[DATA UNDER STUDY Boundary: Start]
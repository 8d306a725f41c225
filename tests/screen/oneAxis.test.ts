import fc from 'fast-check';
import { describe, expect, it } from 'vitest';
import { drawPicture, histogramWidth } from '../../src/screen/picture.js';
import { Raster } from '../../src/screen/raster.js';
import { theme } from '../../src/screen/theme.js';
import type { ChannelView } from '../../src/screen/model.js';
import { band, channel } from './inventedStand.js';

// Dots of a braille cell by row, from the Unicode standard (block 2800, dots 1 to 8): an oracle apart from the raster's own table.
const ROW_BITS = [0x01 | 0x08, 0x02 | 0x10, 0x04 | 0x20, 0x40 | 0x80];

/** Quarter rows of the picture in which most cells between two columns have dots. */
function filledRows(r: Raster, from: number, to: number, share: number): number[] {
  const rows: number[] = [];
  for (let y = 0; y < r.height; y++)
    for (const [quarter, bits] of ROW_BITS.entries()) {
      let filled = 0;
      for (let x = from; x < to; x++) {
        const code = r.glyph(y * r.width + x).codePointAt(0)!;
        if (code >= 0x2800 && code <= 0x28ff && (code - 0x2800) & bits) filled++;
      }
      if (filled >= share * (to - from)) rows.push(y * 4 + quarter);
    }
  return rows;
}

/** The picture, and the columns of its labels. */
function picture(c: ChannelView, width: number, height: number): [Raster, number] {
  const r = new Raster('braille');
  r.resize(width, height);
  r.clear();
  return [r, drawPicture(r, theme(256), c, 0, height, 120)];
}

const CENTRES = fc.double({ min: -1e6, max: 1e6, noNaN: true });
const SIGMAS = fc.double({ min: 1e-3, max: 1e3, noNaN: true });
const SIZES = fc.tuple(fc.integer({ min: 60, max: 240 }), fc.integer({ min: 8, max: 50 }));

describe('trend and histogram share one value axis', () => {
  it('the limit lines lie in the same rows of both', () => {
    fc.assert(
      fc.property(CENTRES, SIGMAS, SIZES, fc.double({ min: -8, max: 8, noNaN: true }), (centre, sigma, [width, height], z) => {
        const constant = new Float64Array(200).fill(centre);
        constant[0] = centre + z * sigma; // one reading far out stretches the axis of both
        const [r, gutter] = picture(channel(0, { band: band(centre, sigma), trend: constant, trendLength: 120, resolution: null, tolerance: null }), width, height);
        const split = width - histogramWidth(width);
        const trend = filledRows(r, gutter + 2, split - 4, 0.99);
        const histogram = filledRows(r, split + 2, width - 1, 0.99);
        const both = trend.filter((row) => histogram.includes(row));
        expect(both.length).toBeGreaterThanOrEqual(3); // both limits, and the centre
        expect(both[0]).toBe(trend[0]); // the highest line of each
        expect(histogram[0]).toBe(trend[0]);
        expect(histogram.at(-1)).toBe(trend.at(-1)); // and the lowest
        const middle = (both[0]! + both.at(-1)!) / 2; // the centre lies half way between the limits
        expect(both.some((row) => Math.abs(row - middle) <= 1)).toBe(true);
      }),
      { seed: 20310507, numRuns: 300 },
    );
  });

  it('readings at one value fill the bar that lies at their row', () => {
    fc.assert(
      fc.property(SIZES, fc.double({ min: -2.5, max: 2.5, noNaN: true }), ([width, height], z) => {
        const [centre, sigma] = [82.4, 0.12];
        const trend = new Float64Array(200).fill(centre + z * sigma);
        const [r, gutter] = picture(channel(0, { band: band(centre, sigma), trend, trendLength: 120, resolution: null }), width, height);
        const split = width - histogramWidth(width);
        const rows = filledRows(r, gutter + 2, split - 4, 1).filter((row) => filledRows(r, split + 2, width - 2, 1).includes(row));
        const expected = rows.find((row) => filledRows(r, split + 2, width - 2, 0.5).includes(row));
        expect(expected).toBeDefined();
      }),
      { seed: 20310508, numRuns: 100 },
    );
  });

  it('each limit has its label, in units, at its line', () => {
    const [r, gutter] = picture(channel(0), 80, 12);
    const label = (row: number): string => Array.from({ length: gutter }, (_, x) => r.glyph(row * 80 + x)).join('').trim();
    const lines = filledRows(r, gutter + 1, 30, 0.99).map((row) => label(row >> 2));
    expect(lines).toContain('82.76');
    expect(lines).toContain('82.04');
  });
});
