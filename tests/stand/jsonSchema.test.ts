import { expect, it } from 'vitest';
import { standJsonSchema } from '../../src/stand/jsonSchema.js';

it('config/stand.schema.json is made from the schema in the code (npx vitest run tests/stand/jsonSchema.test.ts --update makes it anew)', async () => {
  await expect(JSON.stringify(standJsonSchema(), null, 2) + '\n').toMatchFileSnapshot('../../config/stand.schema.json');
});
[DATA UNDER STUDY Boundary: End]
TASK TO CARRY OUT »
The answer is the line with "expect(both.some((row) => Math.abs(row" plus every line after it, printed exactly as they appear above.

REPLY »
        expect(both.some((row) => Math.abs(row - middle) <= 1)).toBe(true);
      }),
      { seed: 20310507, numRuns: 300 },
    );
  });

  it('readings at one value fill the bar that lies at their row', () => {
    fc.assert(
      fc.property(SIZES, fc.double({ min: -2.5, max: 2.5, noNaN: true }), ([width, height], z) => {
        const [centre, sigma] = [82.4, 0.12];
        const trend = new Float64Array(200).fill(centre + z * sigma);
        const [r, gutter] = picture(channel(0, { band: band(centre, sigma), trend, trendLength: 120, resolution: null }), width, height);
        const split = width - histogramWidth(width);
        const rows = filledRows(r, gutter + 2, split - 4, 1).filter((row) => filledRows(r, split + 2, width - 2, 1).includes(row));
        const expected = rows.find((row) => filledRows(r, split + 2, width - 2, 0.5).includes(row));
        expect(expected).toBeDefined();
      }),
      { seed: 20310508, numRuns: 100 },
    );
  });

  it('each limit has its label, in units, at its line', () => {
    const [r, gutter] = picture(channel(0), 80, 12);
    const label = (row: number): string => Array.from({ length: gutter }, (_, x) => r.glyph(row * 80 + x)).join('').trim();
    const lines = filledRows(r, gutter + 1, 30, 0.99).map((row) => label(row >> 2));
    expect(lines).toContain('82.76');
    expect(lines).toContain('82.04');
  });
});
filename tests/stand/jsonSchema.test.ts
import { expect, it } from 'vitest';
import { standJsonSchema } from '../../src/stand/jsonSchema.js';

it('config/stand.schema.json is made from the schema in the code (npx vitest run tests/stand/jsonSchema.test.ts --update makes it anew)', async () => {
  await expect(JSON.stringify(standJsonSchema(), null, 2) + '\n').toMatchFileSnapshot('../../config/stand.schema.json');
});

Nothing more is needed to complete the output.